Technisch revolutionierte Rodin die Bronze durch die Modellierung. Er hinterließ die Spuren seiner Finger im ursprünglichen Ton, wodurch das Licht an den Unregelmäßigkeiten der Oberfläche hängen bleiben kann. Diese Technik erzeugt eine visuelle Vibration, die den Eindruck erweckt, dass die Bronze lebt, dass Blut unter der Haut fließt. Der Kontrast zwischen tiefen Schattenzonen und leuchtenden Erhebungen betont die Dramatik der Pose. Die Vergrößerung des Werks im Jahr 1902 ermöglichte den Übergang von einer intimen zu einer monumentalen Dimension und verstärkte die psychologische Wirkung auf den Betrachter, der sich von dieser Masse der Reflexion erdrückt fühlt.
Die Psychologie des Werks ist die eines Mannes, der in sich selbst "eingeschlossen" ist. Der Denker betrachtet nichts Äußeres; seine Augen sind gesenkt, dem Abgrund seines eigenen Bewusstseins zugewandt. Es ist das Bild metaphysischer Isolation. Diese Introspektion wird durch die Drehung des Oberkörpers und die asymmetrische Platzierung des rechten Arms auf dem linken Bein betont – eine unbequeme Position, die von einem bewussten psychologischen Ungleichgewicht zeugt. Rodin gelingt es, das Unsichtbare zu materialisieren: den Prozess des Denkens. Das Werk wird so zum Spiegel des Menschen vor dem Rätsel seiner Existenz, eine stille, aber durch ihre physische Präsenz donnernde Meditation.
Eines der faszinierendsten Geheimnisse betrifft die Hand des Denkers. Anatomische Studien haben gezeigt, dass die Position der rechten Hand unter dem Kinn keine Ruhepose ist, sondern ein aktiver Druck. Der Handrücken stützt das Gewicht des Kopfes und erzeugt eine Spannung im Nacken und Rücken, die sich bis zu den Zehen fortsetzt, die sich in den Felsen krallen. Dieses Detail offenbart, dass Rodin das Denken als eine Gesamtanstrengung begriff, die das Nervensystem bis in seine Extremitäten einbezieht.

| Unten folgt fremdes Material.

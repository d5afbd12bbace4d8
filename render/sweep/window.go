package sweep

import (
	"context"
	"fmt"
	"math"

	"kerrscope/render/pixels"
	"kerrscope/render/spot"
)

// Window is the window every frame of a sweep shares, as the manifest
// records it: the field of view and the centre.
type Window struct {
	FieldOfView float64 `json:"field_of_view"`
	CenterAlpha float64 `json:"center_alpha"`
	CenterBeta  float64 `json:"center_beta"`
	// Automatic: the scene left the field (and maybe the centre) to the
	// sweep, which chose the union of its frames' automatic windows.
	Automatic bool `json:"automatic"`
}

// frameWindow gives every frame the sweep's one window. A scene with a
// field of view keeps it. With an automatic field (the frames share the
// base scene's screen), the window is the one the manifests ms record,
// which must agree, or else the union of the frames' automatic windows:
// the smallest window of the frames' size that holds the margined disk
// box (pixels.DiskBox) of every frame, centred on that union unless the
// scene gives a centre. A hot-spot movie has one scene; its window is
// spot.FrameWindow's. The window depends only on the sweep's definition,
// so the shards of a sweep agree on it. It returns the record for the
// manifest.
func (p *Plan) frameWindow(ctx context.Context, ms []*manifest) (Window, error) {
	r0 := p.Points[0].Scene
	if !r0.AutoField {
		return Window{FieldOfView: r0.Screen.FieldOfView, CenterAlpha: r0.Screen.CenterAlpha, CenterBeta: r0.Screen.CenterBeta}, nil
	}
	var win Window
	var recorded []*manifest
	for _, m := range ms {
		if m.Window.Automatic {
			recorded = append(recorded, m)
		}
	}
	switch {
	case len(recorded) > 0:
		win = recorded[0].Window
		for _, m := range recorded[1:] {
			if m.Window != win {
				return win, fmt.Errorf("%s and %s record different windows; start over with --restart", recorded[0].name, m.name)
			}
		}
	case p.spot != nil:
		r, err := spot.FrameWindow(ctx, r0, p.spot.sp)
		if err != nil {
			return win, err
		}
		win = Window{r.Screen.FieldOfView, r.Screen.CenterAlpha, r.Screen.CenterBeta, true}
	default:
		var union pixels.Box
		found := false
		for _, pt := range p.Points {
			b, ok, err := pixels.DiskBox(ctx, pt.Scene)
			if err != nil {
				return win, err
			}
			if !ok {
				continue
			}
			if !found {
				union, found = b, true
			} else {
				union = union.Union(b)
			}
		}
		if !found {
			// No frame's disk was seen by the coarse pass: the widest
			// provisional window holds them all.
			for _, pt := range p.Points {
				win.FieldOfView = math.Max(win.FieldOfView, pt.Scene.Screen.FieldOfView)
			}
			win.CenterAlpha, win.CenterBeta = r0.Screen.CenterAlpha, r0.Screen.CenterBeta
		} else {
			for _, pt := range p.Points {
				f, a, b := union.Window(pt.Scene)
				win.FieldOfView = math.Max(win.FieldOfView, f)
				win.CenterAlpha, win.CenterBeta = a, b
			}
		}
		win.Automatic = true
	}
	for k := range p.Points {
		p.Points[k].Scene = p.Points[k].Scene.WithWindow(win.FieldOfView, win.CenterAlpha, win.CenterBeta)
	}
	return win, nil
}
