// probeReport is the probe of the command line (kerrscope probe): the
// scene values of params, image orders raised to the crossings asked for,
// survey.Probe with the model's redshift.
func probeReport(base scene.Scene, req ProbeRequest) (survey.ProbeReport, error) {
	if req.Alpha == nil || req.Beta == nil {
		return survey.ProbeReport{}, &ParamError{Param: "alpha", Allowed: "alpha and beta are required (screen coordinates in M)"}
	}
	orders := req.Orders
	if orders == 0 {
		orders = 3
	}
	if orders < 1 || orders > MaxProbeOrders {
		return survey.ProbeReport{}, &ParamError{Param: "orders", Value: fmt.Sprint(orders), Allowed: fmt.Sprintf("must be from 1 to %d", MaxProbeOrders)}
	}
	s, err := applyParams(base, req.Params)
	if err != nil {
		return survey.ProbeReport{}, err
	}
	s.Disk.Orders = min(orders, scene.MaxOrders)
	rs, err := s.Resolve()
	if err != nil {
		return survey.ProbeReport{}, paramErr(err)
	}
	m, err := pixels.NewModel(rs)
	if err != nil {
		return survey.ProbeReport{}, err
	}
	a, b := *req.Alpha, *req.Beta
	if !(a >= -scene.MaxLength && a <= scene.MaxLength) {
		return survey.ProbeReport{}, &ParamError{Param: "alpha", Value: fmt.Sprint(a), Allowed: fmt.Sprintf("must be within ±%g M", scene.MaxLength)}
	}
	if !(b >= -scene.MaxLength && b <= scene.MaxLength) {
		return survey.ProbeReport{}, &ParamError{Param: "beta", Value: fmt.Sprint(b), Allowed: fmt.Sprintf("must be within ±%g M", scene.MaxLength)}
	}
	return survey.Probe(m.Obs, a, b, orders, m.RedshiftAt), nil
}

func (s *Server) probe(w http.ResponseWriter, r *http.Request) {
	var req ProbeRequest
	if err := readJSON(r, &req); err != nil {
		writeError(w, http.StatusBadRequest, err)
		return
	}
	select {
	case s.probes <- struct{}{}:
		defer func() { <-s.probes }()
	case <-r.Context().Done():
		return
	}
	rep, err := probeReport(s.cfg.Base, req)
	if err != nil {
		writeError(w, http.StatusBadRequest, err)
		return
	}
	w.Header().Set("Content-Type", "application/json")
	w.Header().Set("Cache-Control", "no-store")
	rep.WriteJSON(w)
}

func mapNames() []string { return append([]string(nil), scene.MapNames...) }
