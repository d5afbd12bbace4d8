package sweep

import (
	"bytes"
	"encoding/csv"
	"errors"
	"fmt"
	"math"
	"os"
	"path/filepath"
	"strconv"

	"kerrscope/render/internal/figure"
	"kerrscope/render/maps"
)

// continuaPlots returns one plot of all frames' thermal continua, E² N_E
// against log₁₀ E, coloured by the first axis as spectraPlots colours the
// line profiles; for a grid, one plot per value of the second axis.
// Frames without a thermal disk are left out; nil when none has one.
func (p *Plan) continuaPlots() ([]namedPlot, error) {
	fam := p.curveFamily()
	var out []namedPlot
	for j, g := range fam.groups {
		pl := figure.Plot{
			Title:    "thermal continua over the sweep",
			Subtitle: p.familySubtitle(g),
			XLabel:   "log₁₀ (observed energy *{E}_{obs} / keV)",
			YLabel:   "*{E}^{2} *{N}_{E} [keV cm⁻² s⁻¹]",
			LogY:     true,
			Bar:      fam.bar,
			Size:     maps.FigureSize(p.Points[0].Scene.Output),
		}
		peak := 0.0
		for _, pt := range g {
			if !pt.Scene.Thermal.On {
				continue
			}
			name := p.framePrefix(pt.Index) + "-continuum.csv"
			x, y, err := readContinuum(filepath.Join(p.Dir(), name))
			if err != nil {
				return nil, fmt.Errorf("%s: %w", name, err)
			}
			for _, v := range y {
				peak = math.Max(peak, v)
			}
			pl.Series = append(pl.Series, figure.Series{X: x, Y: y, Width: 1.5,
				Color: fam.color(pt.Values[0])})
		}
		if len(pl.Series) == 0 {
			continue
		}
		if peak > 0 {
			pl.YMin, pl.YMax = peak*1e-4, peak*2
		}
		out = append(out, namedPlot{p.familyName("sweep-continua", j), pl})
	}
	return out, nil
}

// readContinuum reads a continuum CSV written by
// outputs.WriteContinuumCSV: log₁₀ of the energies and the E² N_E column.
func readContinuum(path string) (logE, e2n []float64, err error) {
	data, err := os.ReadFile(path)
	if err != nil {
		return nil, nil, err
	}
	r := csv.NewReader(bytes.NewReader(data))
	r.Comment = '#'
	rows, err := r.ReadAll()
	if err != nil {
		return nil, nil, err
	}
	if len(rows) < 2 || len(rows[0]) < 3 || rows[0][0] != "energy_kev" || rows[0][len(rows[0])-1] != "e2n_total" {
		return nil, nil, errors.New("not a continuum table (energy_kev, flux_total, ..., e2n_total)")
	}
	last := len(rows[0]) - 1
	for i, row := range rows[1:] {
		e, err1 := strconv.ParseFloat(row[0], 64)
		v, err2 := strconv.ParseFloat(row[last], 64)
		if err := errors.Join(err1, err2); err != nil || !(e > 0) {
			return nil, nil, fmt.Errorf("row %d: energy %q, E² N_E %q", i+1, row[0], row[last])
		}
		logE, e2n = append(logE, math.Log10(e)), append(e2n, v)
	}
	return logE, e2n, nil
}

Ein weiteres Geheimnis liegt in der Identität der Modelle. Während Rodin sich von Michelangelos Ästhetik inspirieren ließ, war das physische Modell Jean Baud, ein professioneller Ringer, der oft für den Künstler posierte. Dies erklärt die athletische, fast hypertrophierte Muskulatur, die im Kontrast zur rein intellektuellen Tätigkeit des Subjekts steht. Darüber hinaus zeigen jüngste Analysen verschiedener Bronzegüsse, dass Rodin mit Patinen spielte, um die Stimmung des Werks zu verändern – von einem Grabesschwarz bis hin zu warmen Brauntönen, die an die Erde erinnern und ihn mehr oder weniger mit der Unterwelt der Hölle verbinden.
Schließlich wissen nur wenige, dass Der Denker in Rodins frühen Skizzen fast eine weibliche Figur gewesen wäre, bevor er sich für diese gequälte Männlichkeit entschied. Zudem wurde das Werk 1970 im Cleveland Museum of Art durch eine Bombe politischer Aktivisten schwer beschädigt, was die Basis und die Beine stark in Mitleidenschaft zog. Rodin hatte vorgesehen, dass sein Werk im Freien ausgestellt werden kann, und behauptete, dass der Himmel und die natürlichen Elemente der einzige Rahmen seien, der dem menschlichen Denken würdig ist. Diese Widerstandsfähigkeit der Bronze gegenüber den Unbilden der Zeit und der Menschen stärkt seinen Status als unvergängliche Ikone.